Danger said:If both of them remain in the same frame, then the answer should be 'yes'. I'm no expert on Relativity, though. It's probably best to wait for a real scientist to weigh in with some answers for you.
kev said:A lot depends on the method of acceleration method used. Born rigid acceleration (keeping the separation between the the nose and the tail of the rocket at the appropriate length contracted length) and bell acceleration (keeping the separation of the nose and tail constant in the non accelerating frame) will result in the clock going out of syncronisation. See https://www.physicsforums.com/showthread.php?t=216113
Well, do you understand about the relativity of simultaneity in relativity which says that different frames define what it means for clocks to be "synchronized" differently? In relativity, if I'm moving inertially and I have two clocks at rest relative to me, I synchronize them in my frame using the "Einstein synchronization convention" which is based on assuming that light moves at the same speed in all directions in my own frame--so, for example, I can set off a flash at the midpoint of the two clocks, and then as long as they both read the same time at the moment the light from the flash hits them, I define them to be "synchronized" in my frame. But it's not hard to see that if each observer synchronizes their own clocks this way, they will say that the clocks of other observers are out-of-sync. For example, say I'm on a rocket which is moving forward in your frame, and I synchronize clocks at the front and back of the rocket by setting off a flash at the midpoint and setting the two clocks to read the same time when the light reaches them. In your frame the clock at the front of the rocket is moving away from the point in space where the flash was set off, while the clock at the back of the rocket is moving towards that point, so naturally if you assume the light moves at the same speed in both directions in your frame, that means the light will actually hit the clock at the back before it hits the clock at the front, so if both clocks read the same time when the light hits them that must the two clocks are out-of-sync in your frame.rab99 said:I need to clarify my last post a little
From examining the thread that you referred me to if:
all the appropriate parameters are measured, by the appropriate measuring device, in the appropriate frame, Then the clocks, ONCE THEY ARE AT A CONSTANT VELOCITY, can be adjusted (say by moving the hands on the clock) to allow for the amount they became unsychronised, during the acceleration, to make them synchronised again yeh ?
AND
I guess the question I want answered is , is it possible to have two clocks perfectly synchronised in a CONSTANT VELOCITY moving frame of reference yes or no? I suspect the answer is yes
A "frame" is just a coordinate system, it isn't localized to a particular region of space, so I don't see what you mean when you distinguish "external to the frame" and "in a different frame". But other than that I'd say your correct, it's possible to adjust the clocks so they're synchronized in the rest frame of an observer who sees the clocks as being at rest relative to himself, or it's possible to adjust them so they're synchronized in the rest frame of an observer a different observer who sees the clocks in motion relative to herself, but not both (except in the special case where the observer who sees the clocks in motion sees them moving exactly perpendicular to the axis between the two clocks).rab99 said:So assuming I have an observer within the same frame as the clocks and I have an observer external to that frame (or in a different frame) it is entirely possible thru measurement and adjustment to synchronise the clocks so the observer within the frame will say they are synchronised
and
thru measurement and further adjustment to synchronise the clocks so the observer external to the frame will say they are synchronised
Of course the adjustment for the external observer will be different than the adjustment required for the internal observer
and
of course it is impossible to adjust the clocks so they are simutaneously synchronised for both the internal and external observer if the internal and external observer are in different frames ie frames traveling at a different velocity or direction relative to to each other ... is this correct ?

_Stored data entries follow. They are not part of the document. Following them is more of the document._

import { describe, it, expect, beforeAll, afterAll } from 'vitest';
import fc from 'fast-check';
import { QueryTypes } from 'sequelize';
import { migrateUp } from '../../src/lib/server/migrator';
import { formatCode, parseCode } from '../../src/lib/domain/codes';
import { scratchDatabase } from '../helpers/scratch-db';

// A split writes its children's codes with the database's item_code (migration 0052); it must give
// exactly the codes formatCode gives (ISO/IEC 7064:2003 MOD 37,36 check character).
describe('item codes computed by the database', () => {
	let scratch: Awaited<ReturnType<typeof scratchDatabase>>;
	beforeAll(async () => {
		scratch = await scratchDatabase('codes');
		await migrateUp(scratch.sequelize);
	});
	afterAll(() => scratch.drop());

	const sqlCodes = async (pairs: [string, number][]) =>
		(
			await scratch.sequelize.query<{ code: string }>(
				'SELECT item_code(x.prefix, x.serial) AS code FROM jsonb_to_recordset(CAST(:pairs AS jsonb)) AS x(n int, prefix text, serial bigint) ORDER BY n',
				{ type: QueryTypes.SELECT, replacements: { pairs: JSON.stringify(pairs.map(([prefix, serial], n) => ({ n, prefix, serial }))) } }
			)
		).map((r) => r.code);

	it('agrees with formatCode for any prefix and serial, at the padding boundary too', async () => {
		const pairs = fc.sample(fc.tuple(fc.stringMatching(/^[A-Z]{2,5}$/), fc.oneof(fc.integer({ min: 1, max: 200_000 }), fc.integer({ min: 1, max: 2 ** 40 }))), 2_000);
		for (const serial of [1, 9, 99_999, 100_000, 100_001, 999_999, 1_000_000]) pairs.push(['TRN', serial]);
		const got = await sqlCodes(pairs);
		expect(got).toEqual(pairs.map(([p, n]) => formatCode(p, n)));
		// and every one reads back as itself
		for (const code of got) expect(parseCode(code)).toMatchObject({ ok: true, code });
	});

	it('refuses what formatCode refuses', async () => {
		for (const [prefix, serial] of [['trn', 1], ['T', 1], ['TRNXYZ', 1], ['TR1', 1], ['TRN', 0], ['TRN', -4]] as [string, number][]) {
			expect(() => formatCode(prefix, serial)).toThrow();
			await expect(sqlCodes([[prefix, serial]])).rejects.toThrow(/prefix|serial/);
		}
	});
});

No, you're thinking of "frame" incorrectly. A frame is a coordinate system that fills all of space and time, which may be infinite. When physicists talk about the ship's frame, all that means is a coordinate system in which the ship is at rest--i.e. its coordinate position does not change with the passage of coordinate time in that system. A frame is not localized to any particular region of space.rab99 said:I always think of a frame as being a space ship. One person is standing on the ground observing the spaceship moving and there is a person in the space ship. If the clocks are in the spaceship then the pseron in the spaceship is at rest relative to the clocks the person on the ground is not at rest relative. I guess the inside the spaceship is a regoin of space that is a moving frame as opposed to the air just outside the skin of the spaceship or the person on the ground?
Clocks are not "in" one frame or another, since every frame covers every region of space, including whatever region the clock is occupying. But yes, any pair of clocks can be synchronized in any frame.rab99 said:The main thing is it is possible thru measurement and adjustment to make two clocks synchronised wrt any observer, regardless of the frame that they happen to be in
rab99 said:Are coordinate systems just a mathematical construct used to make it easier to visualise reality ?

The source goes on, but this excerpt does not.